INFORMATION SUPPLIED ->
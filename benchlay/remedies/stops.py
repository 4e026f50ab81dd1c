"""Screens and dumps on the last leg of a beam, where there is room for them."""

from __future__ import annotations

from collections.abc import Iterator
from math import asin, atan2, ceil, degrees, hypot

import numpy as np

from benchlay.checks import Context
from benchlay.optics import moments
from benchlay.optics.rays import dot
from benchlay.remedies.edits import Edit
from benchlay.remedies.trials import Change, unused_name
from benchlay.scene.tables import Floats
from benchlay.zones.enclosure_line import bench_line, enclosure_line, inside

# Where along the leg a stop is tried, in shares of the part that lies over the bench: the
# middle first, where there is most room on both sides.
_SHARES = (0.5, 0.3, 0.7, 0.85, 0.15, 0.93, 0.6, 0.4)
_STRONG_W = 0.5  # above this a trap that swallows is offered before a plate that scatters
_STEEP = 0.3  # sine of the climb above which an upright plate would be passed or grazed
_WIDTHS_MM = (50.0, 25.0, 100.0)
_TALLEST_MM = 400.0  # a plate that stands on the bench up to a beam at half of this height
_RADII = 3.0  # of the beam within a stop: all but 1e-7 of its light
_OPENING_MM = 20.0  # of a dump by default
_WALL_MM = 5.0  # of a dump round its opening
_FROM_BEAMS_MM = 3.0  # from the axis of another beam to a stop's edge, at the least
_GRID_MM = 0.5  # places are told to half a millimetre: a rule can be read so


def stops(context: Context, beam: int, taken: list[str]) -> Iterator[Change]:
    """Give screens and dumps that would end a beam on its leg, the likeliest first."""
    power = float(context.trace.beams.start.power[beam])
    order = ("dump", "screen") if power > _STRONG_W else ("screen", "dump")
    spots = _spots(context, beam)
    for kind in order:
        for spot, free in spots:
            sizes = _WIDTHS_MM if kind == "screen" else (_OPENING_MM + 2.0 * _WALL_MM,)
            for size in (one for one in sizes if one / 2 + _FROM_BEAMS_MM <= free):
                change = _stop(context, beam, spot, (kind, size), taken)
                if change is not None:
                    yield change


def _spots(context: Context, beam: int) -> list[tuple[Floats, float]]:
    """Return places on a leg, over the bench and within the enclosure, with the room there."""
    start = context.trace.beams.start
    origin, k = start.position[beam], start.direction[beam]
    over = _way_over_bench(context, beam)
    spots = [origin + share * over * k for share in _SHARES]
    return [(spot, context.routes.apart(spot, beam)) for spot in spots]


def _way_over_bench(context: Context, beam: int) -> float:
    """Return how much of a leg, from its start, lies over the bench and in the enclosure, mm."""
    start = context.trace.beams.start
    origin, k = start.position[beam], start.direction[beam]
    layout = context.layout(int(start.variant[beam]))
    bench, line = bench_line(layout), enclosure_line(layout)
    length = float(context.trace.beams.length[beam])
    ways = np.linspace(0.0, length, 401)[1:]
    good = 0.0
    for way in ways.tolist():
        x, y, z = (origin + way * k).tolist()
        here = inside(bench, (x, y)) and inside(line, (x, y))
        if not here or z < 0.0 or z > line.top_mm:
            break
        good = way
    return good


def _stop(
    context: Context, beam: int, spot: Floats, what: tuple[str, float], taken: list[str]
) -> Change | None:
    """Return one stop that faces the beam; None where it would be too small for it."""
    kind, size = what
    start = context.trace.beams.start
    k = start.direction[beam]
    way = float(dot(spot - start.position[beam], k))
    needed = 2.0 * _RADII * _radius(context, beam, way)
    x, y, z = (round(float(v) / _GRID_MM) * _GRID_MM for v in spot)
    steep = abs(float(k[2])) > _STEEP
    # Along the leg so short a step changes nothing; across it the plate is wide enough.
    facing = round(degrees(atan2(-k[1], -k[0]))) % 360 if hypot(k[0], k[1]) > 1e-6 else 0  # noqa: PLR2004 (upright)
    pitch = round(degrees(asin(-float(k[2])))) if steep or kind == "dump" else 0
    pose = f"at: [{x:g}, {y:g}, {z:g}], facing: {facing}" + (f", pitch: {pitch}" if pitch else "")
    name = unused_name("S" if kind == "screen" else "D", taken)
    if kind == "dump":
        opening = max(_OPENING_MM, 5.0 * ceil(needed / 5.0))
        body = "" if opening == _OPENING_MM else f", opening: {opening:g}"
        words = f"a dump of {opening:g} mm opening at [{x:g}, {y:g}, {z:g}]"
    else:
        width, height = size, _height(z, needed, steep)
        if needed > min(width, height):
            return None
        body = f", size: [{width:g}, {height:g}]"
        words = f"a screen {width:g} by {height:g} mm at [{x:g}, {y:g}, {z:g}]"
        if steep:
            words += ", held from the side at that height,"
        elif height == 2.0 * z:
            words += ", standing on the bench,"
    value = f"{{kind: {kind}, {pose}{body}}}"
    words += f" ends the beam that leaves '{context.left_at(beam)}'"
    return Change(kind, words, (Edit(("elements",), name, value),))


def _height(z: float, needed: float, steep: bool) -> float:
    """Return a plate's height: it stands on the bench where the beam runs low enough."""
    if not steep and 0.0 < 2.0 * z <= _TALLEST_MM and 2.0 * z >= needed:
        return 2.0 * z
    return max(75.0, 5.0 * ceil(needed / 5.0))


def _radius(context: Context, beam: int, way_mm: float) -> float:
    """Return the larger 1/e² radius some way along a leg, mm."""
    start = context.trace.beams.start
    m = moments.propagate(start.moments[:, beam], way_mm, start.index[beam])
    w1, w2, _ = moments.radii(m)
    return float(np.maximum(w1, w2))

WHAT THIS TASK INVOLVES ->
Which lines run from the one with "standing on the" through the end of the listing above? Restate them word for word, with nothing else.

PROBLEM SOLUTION ->
            words += ", standing on the bench,"
    value = f"{{kind: {kind}, {pose}{body}}}"
    words += f" ends the beam that leaves '{context.left_at(beam)}'"
    return Change(kind, words, (Edit(("elements",), name, value),))


def _height(z: float, needed: float, steep: bool) -> float:
    """Return a plate's height: it stands on the bench where the beam runs low enough."""
    if not steep and 0.0 < 2.0 * z <= _TALLEST_MM and 2.0 * z >= needed:
        return 2.0 * z
    return max(75.0, 5.0 * ceil(needed / 5.0))


def _radius(context: Context, beam: int, way_mm: float) -> float:
    """Return the larger 1/e² radius some way along a leg, mm."""
    start = context.trace.beams.start
    m = moments.propagate(start.moments[:, beam], way_mm, start.index[beam])
    w1, w2, _ = moments.radii(m)
    return float(np.maximum(w1, w2))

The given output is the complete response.